- DIRECTIONS FOR THIS TASK: Below is a block of entries; repeat exactly the lines starting at the line that contains "def _postgres_float_text(tree: exp.Expression)" and ending at the line that contains "The operand's type", both included.

- LISTED ENTRIES:
---+---
def _explicit_null_keys(tree: exp.Expression, dialect: str) -> exp.Expression:
    """Put nulls last (DuckDB's order) through a leading ``case`` key where the target cannot say so."""
    if dialect not in _NULLS_CANNOT_BE_STATED:
        return tree
    for ordered in list(tree.find_all(exp.Ordered)):
        desc = bool(ordered.args.get("desc"))
        nulls_first = bool(ordered.args.get("nulls_first"))
        target_nulls_first = not desc  # tsql and bigquery: nulls are small
        if nulls_first == target_nulls_first:
            continue
        key = exp.Case(
            ifs=[exp.If(this=exp.Is(this=ordered.this.copy(), expression=exp.Null()),
                        true=exp.Literal.number(0 if nulls_first else 1))],
            default=exp.Literal.number(1 if nulls_first else 0),
        )
        holder = ordered.parent
        field = ordered.arg_key
        items = holder.args.get(field)
        if not isinstance(items, list):
            continue
        position = items.index(ordered)
        lead = exp.Ordered(this=key, desc=False, nulls_first=target_nulls_first)
        ordered.set("nulls_first", target_nulls_first)
        items.insert(position, lead)
        holder.set(field, items)
    return tree


def _bigquery_null_skipping_extrema(tree: exp.Expression) -> exp.Expression:
    """``least``/``greatest`` skip nulls in DuckDB, PostgreSQL and Spark; BigQuery returns null.

    Each argument becomes ``coalesce(itself, the others...)``: a null argument takes another
    argument's value, which cannot change the least (or greatest) of the non-null ones, and all
    null stays null, so the answer is DuckDB's exactly.
    """
    def rewrite(node: exp.Expression) -> exp.Expression:
        if not isinstance(node, (exp.Least, exp.Greatest)):
            return node
        items = [node.this, *node.expressions]
        if len(items) < 2:
            return node
        guarded = [
            exp.Coalesce(this=item.copy(), expressions=[other.copy() for other in items if other is not item])
            for item in items
        ]
        return type(node)(this=guarded[0], expressions=guarded[1:])

    return tree.transform(rewrite)


def _epoch_seconds(tree: exp.Expression, dialect: str) -> exp.Expression:
    """``extract(epoch from ts)`` (seconds since 1970 as a double) where the engine has no epoch field.

    BigQuery's ``extract`` has no ``EPOCH`` and T-SQL's ``datepart`` none either; Snowflake's
    ``EPOCH`` part is whole seconds. Each becomes microseconds since 1970 divided by 10^6 (as
    Spark's rendering does), the naive time read as UTC:

    - BigQuery: ``unix_micros(timestamp(ts)) / 1000000.0``;
    - Snowflake: ``date_part(epoch_microsecond, ts) / 1000000.0``;
    - T-SQL: ``cast(datediff_big(microsecond, cast('1970-01-01' as datetime2), ts) as float) / 1000000.0``
      (a count of microsecond boundaries is the exact number of microseconds).
    """
    if dialect not in ("bigquery", "snowflake", "tsql"):
        return tree

    def rewrite(node: exp.Expression) -> exp.Expression:
        if not (isinstance(node, exp.Extract) and node.this.name.lower() == "epoch"):
            return node
        value = node.expression.copy()
        if dialect == "bigquery":
            micros: exp.Expression = exp.Anonymous(
                this="UNIX_MICROS", expressions=[exp.Anonymous(this="TIMESTAMP", expressions=[value])])
        elif dialect == "snowflake":
            micros = exp.Anonymous(this="DATE_PART", expressions=[exp.Var(this="EPOCH_MICROSECOND"), value])
        else:
            start = exp.Cast(this=exp.Literal.string("1970-01-01"), to=exp.DataType.build("datetime2", dialect="tsql"))
            micros = exp.Cast(this=exp.Anonymous(this="DATEDIFF_BIG", expressions=[
                exp.Var(this="MICROSECOND"), start, value]), to=exp.DataType.build("float", dialect="tsql"))
        return exp.Paren(this=exp.Div(this=micros, expression=exp.Literal.number("1000000.0")))

    return tree.transform(rewrite)


_BOOLEAN_NODES = (exp.Predicate, exp.Not, exp.And, exp.Or, exp.Boolean, exp.Xor)


def _tsql_boolean_values(tree: exp.Expression, recipe: str) -> exp.Expression:
    """T-SQL has no boolean type: a condition used as a value becomes a ``bit``.

    A select-list item that is a condition (``a is not null as flag``, ``coalesce(a <= b, false)``,
    a ``then``/``else`` of a ``case``) becomes ``cast(case when c then 1 when not (c) then 0 end
    as bit)``, which keeps the unknown of a null comparison; ``true``/``false`` values become
    ``cast(1 as bit)``/``cast(0 as bit)``. sqlglot already writes a ``bit`` column used as a
    condition as ``column <> 0``. A condition in any other value place (an aggregate's argument)
    is refused with the recipe named.
    """
    def as_bit(node: exp.Expression) -> exp.Expression:
        bit = exp.DataType.build("bit", dialect="tsql")
        if isinstance(node, exp.Boolean):
            return exp.Cast(this=exp.Literal.number(1 if node.this else 0), to=bit)
        case = exp.Case(ifs=[
            exp.If(this=node.copy(), true=exp.Literal.number(1)),
            exp.If(this=exp.Not(this=exp.Paren(this=node.copy())), true=exp.Literal.number(0)),
        ])
        return exp.Cast(this=case, to=bit)

    def value(node: exp.Expression) -> exp.Expression:
        if isinstance(node, _BOOLEAN_NODES):
            return as_bit(node)
        if isinstance(node, exp.Paren):
            node.set("this", value(node.this))
        elif isinstance(node, exp.Coalesce):
            node.set("this", value(node.this))
            node.set("expressions", [value(item) for item in node.expressions])
        elif isinstance(node, exp.Case):
            for branch in node.args.get("ifs") or []:
                branch.set("true", value(branch.args["true"]))
            if node.args.get("default") is not None:
                node.set("default", value(node.args["default"]))
        return node

    for select in list(tree.find_all(exp.Select)):
        items = []
        for projection in select.expressions:
            if isinstance(projection, exp.Alias):
                projection.set("this", value(projection.this))
                items.append(projection)
            else:
                items.append(value(projection))
        select.set("expressions", items)
    for node in tree.find_all(*_BOOLEAN_NODES):
        parent = node.parent
        if isinstance(parent, exp.Func) and not isinstance(parent, (exp.Case, exp.If, exp.Coalesce, *_BOOLEAN_NODES)):
            raise _fail(recipe, "tsql", _snippet(parent), "T-SQL has no boolean type, so a condition "
                        "cannot be a function's argument", "Compute it as a case when ... then 1 "
                        "else 0 end in an earlier CTE")
    return tree


def _postgres_make_date(tree: exp.Expression) -> exp.Expression:
    """sqlglot 30 writes ``make_date`` as ``date_from_parts`` for PostgreSQL, which has no such function."""
    def rewrite(node: exp.Expression) -> exp.Expression:
        if isinstance(node, exp.DateFromParts):
            parts = [node.args.get(key) for key in ("year", "month", "day")]
            return exp.Anonymous(this="make_date", expressions=[part.copy() for part in parts])
        return node

    return tree.transform(rewrite)


_TEXT_TYPES = frozenset({exp.DataType.Type.VARCHAR, exp.DataType.Type.TEXT, exp.DataType.Type.NVARCHAR})


def _postgres_float_text(tree: exp.Expression) -> exp.Expression:
    """Write whole floats as DuckDB does (``8.0``, PostgreSQL says ``8``) in casts to text.

    The operand's type is not known from the text alone, so the test is made at run time with
    ``pg_typeof``; integers, timestamps and text keep PostgreSQL's own rendering (the same as
    DuckDB's).
    """
    def rewrite(node: exp.Expression) -> exp.Expression:
        if not isinstance(node, exp.Cast):
            return node
        to = node.args.get("to")
        operand = node.this
        if not isinstance(to, exp.DataType) or to.this not in _TEXT_TYPES:
            return node
        if isinstance(operand, (exp.Literal, exp.Null)):
            return node
        value = operand.sql(dialect="postgres")
        template = (
            f"case when pg_typeof(({value})) in ('double precision'::regtype, 'real'::regtype) "
            f"and cast(({value}) as text) ~ '^-?[0-9]+$' then cast(({value}) as text) || '.0' "
            f"else cast(({value}) as text) end"
        )
        return sqlglot.parse_one(template, read="postgres")

    return tree.transform(rewrite)


def _spark_epoch_and_timestamps(tree: exp.Expression) -> exp.Expression:
    def rewrite(node: exp.Expression) -> exp.Expression:
        if isinstance(node, exp.Extract) and node.this.name.lower() == "epoch":
            value = node.expression.copy()
            micros = exp.Anonymous(this="unix_micros", expressions=[
                exp.Cast(this=value, to=exp.DataType.build("timestamp_ltz", dialect="spark"))])
            # as double: bigint / 1000000.0 would be a Spark decimal of limited scale
            seconds = exp.Div(this=exp.Cast(this=micros, to=exp.DataType.build("double")),
                              expression=exp.Literal.number("1000000.0"))
            return exp.Paren(this=seconds)
        return node

    tree = tree.transform(rewrite)
    for cast in tree.find_all(exp.Cast):
        to = cast.args.get("to")
        if isinstance(to, exp.DataType) and to.this == exp.DataType.Type.TIMESTAMP:
            cast.set("to", exp.DataType.build("timestamp_ntz", dialect="spark"))
    return tree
---+---
- RESPONSE TO THE EXERCISE:
def _postgres_float_text(tree: exp.Expression) -> exp.Expression:
    """Write whole floats as DuckDB does (``8.0``, PostgreSQL says ``8``) in casts to text.

    The operand's type is not known from the text alone, so the test is made at run time with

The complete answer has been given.